• [Data supplied]:
○ ○ ○

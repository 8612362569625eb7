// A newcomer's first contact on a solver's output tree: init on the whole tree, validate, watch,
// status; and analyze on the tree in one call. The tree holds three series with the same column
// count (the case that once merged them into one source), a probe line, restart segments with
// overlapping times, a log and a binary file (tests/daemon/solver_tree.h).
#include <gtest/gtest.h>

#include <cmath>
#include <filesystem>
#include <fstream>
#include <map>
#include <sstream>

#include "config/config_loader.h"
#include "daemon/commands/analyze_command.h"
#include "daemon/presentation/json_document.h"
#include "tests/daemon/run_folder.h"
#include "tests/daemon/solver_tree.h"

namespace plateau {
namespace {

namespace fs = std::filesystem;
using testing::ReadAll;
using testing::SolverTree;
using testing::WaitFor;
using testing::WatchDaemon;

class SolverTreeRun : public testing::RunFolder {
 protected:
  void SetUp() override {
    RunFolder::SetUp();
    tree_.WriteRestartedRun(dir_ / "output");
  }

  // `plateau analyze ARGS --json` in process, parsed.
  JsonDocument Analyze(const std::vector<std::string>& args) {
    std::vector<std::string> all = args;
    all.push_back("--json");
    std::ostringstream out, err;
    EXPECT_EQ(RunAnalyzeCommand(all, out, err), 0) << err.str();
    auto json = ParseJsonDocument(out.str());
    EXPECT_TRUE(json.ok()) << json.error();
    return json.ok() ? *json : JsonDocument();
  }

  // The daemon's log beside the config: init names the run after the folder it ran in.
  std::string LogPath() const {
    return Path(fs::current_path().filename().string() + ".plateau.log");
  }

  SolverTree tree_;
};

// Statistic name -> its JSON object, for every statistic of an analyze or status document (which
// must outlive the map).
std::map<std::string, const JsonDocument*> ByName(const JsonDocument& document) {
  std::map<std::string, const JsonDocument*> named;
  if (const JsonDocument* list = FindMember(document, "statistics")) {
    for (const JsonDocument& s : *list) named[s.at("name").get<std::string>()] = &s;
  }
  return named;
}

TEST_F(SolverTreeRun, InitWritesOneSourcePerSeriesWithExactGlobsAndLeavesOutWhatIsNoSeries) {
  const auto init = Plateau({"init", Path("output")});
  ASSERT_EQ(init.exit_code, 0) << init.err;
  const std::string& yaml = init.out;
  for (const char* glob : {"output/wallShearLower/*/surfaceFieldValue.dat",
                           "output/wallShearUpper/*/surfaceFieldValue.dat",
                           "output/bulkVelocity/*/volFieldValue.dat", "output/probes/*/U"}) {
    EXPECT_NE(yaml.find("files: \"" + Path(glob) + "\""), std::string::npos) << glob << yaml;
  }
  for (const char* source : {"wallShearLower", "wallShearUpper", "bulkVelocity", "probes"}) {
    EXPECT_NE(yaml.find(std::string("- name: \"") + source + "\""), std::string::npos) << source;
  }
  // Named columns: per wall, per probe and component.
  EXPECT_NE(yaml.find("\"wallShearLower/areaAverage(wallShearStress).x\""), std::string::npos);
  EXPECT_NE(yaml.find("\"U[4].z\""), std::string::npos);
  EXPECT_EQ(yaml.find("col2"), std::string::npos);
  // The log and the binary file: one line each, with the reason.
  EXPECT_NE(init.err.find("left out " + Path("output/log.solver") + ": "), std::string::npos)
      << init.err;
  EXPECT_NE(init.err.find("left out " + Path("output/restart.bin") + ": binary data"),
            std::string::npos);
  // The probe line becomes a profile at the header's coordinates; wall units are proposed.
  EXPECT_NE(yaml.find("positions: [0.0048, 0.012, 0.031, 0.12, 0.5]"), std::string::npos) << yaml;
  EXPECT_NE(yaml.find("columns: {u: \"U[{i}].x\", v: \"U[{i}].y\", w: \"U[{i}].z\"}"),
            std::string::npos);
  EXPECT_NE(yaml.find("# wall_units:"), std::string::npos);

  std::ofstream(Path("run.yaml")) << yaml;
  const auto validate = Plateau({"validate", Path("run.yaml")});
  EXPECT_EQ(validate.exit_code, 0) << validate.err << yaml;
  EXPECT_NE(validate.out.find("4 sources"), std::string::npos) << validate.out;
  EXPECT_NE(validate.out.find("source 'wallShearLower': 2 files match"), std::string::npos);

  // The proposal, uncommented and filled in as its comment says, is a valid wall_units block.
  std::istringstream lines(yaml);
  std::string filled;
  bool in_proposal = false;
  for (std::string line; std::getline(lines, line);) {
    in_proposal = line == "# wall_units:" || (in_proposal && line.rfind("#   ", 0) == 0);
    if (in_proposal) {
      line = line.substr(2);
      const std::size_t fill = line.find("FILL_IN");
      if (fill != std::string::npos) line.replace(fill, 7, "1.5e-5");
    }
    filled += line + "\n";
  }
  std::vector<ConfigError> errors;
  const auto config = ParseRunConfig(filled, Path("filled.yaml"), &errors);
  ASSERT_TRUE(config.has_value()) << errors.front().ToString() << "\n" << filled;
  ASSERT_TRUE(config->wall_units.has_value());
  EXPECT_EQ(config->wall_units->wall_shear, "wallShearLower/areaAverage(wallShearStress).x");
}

○ ○ ○

• [Task description]: Give back exactly the lines from the beginning of the records through the line containing "#include <gtest/gtest.h>", and only those.

• [Response to the task]:
repository 8612362569625eb7
// A newcomer's first contact on a solver's output tree: init on the whole tree, validate, watch,
// status; and analyze on the tree in one call. The tree holds three series with the same column
// count (the case that once merged them into one source), a probe line, restart segments with
// overlapping times, a log and a binary file (tests/daemon/solver_tree.h).
#include <gtest/gtest.h>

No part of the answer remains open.